Problem requirements:
All entries shown below must be given again word for word.

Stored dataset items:

--- START ---

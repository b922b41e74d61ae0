// The vitest settings shared by the engine's mutation-testing configs (vitest.mutation*.config.ts): one plain
// project, the `@` alias, a fixed fast-check seed with a quarter of the property runs (mutation-setup.ts),
// and a long per-test time-out, since instrumented code runs several times slower.
import path from "node:path";
import { configDefaults, defineConfig } from "vitest/config";

const root = path.resolve(import.meta.dirname, "../..");

export function engineMutationConfig(include: string[], exclude: string[] = []) {
  return defineConfig({
    root,
    resolve: { alias: { "@": root } },
    test: {
      include,
      exclude: [...configDefaults.exclude, ...exclude],
      environment: "node",
      env: { GUSSET_MUTATION: "1" },
      setupFiles: ["tests/engine/mutation-setup.ts"],
      // The 40 × 40 ordering test needs more than 5 s when instrumented.
      testTimeout: 120_000,
    },
  });
}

--- END ---

Problem solution:
repository b922b41e74d61ae0
// The vitest settings shared by the engine's mutation-testing configs (vitest.mutation*.config.ts): one plain
// project, the `@` alias, a fixed fast-check seed with a quarter of the property runs (mutation-setup.ts),
// and a long per-test time-out, since instrumented code runs several times slower.
import path from "node:path";
import { configDefaults, defineConfig } from "vitest/config";

const root = path.resolve(import.meta.dirname, "../..");

export function engineMutationConfig(include: string[], exclude: string[] = []) {
  return defineConfig({
    root,
    resolve: { alias: { "@": root } },
    test: {
      include,
      exclude: [...configDefaults.exclude, ...exclude],
      environment: "node",
      env: { GUSSET_MUTATION: "1" },
      setupFiles: ["tests/engine/mutation-setup.ts"],
      // The 40 × 40 ordering test needs more than 5 s when instrumented.
      testTimeout: 120_000,
    },
  });
}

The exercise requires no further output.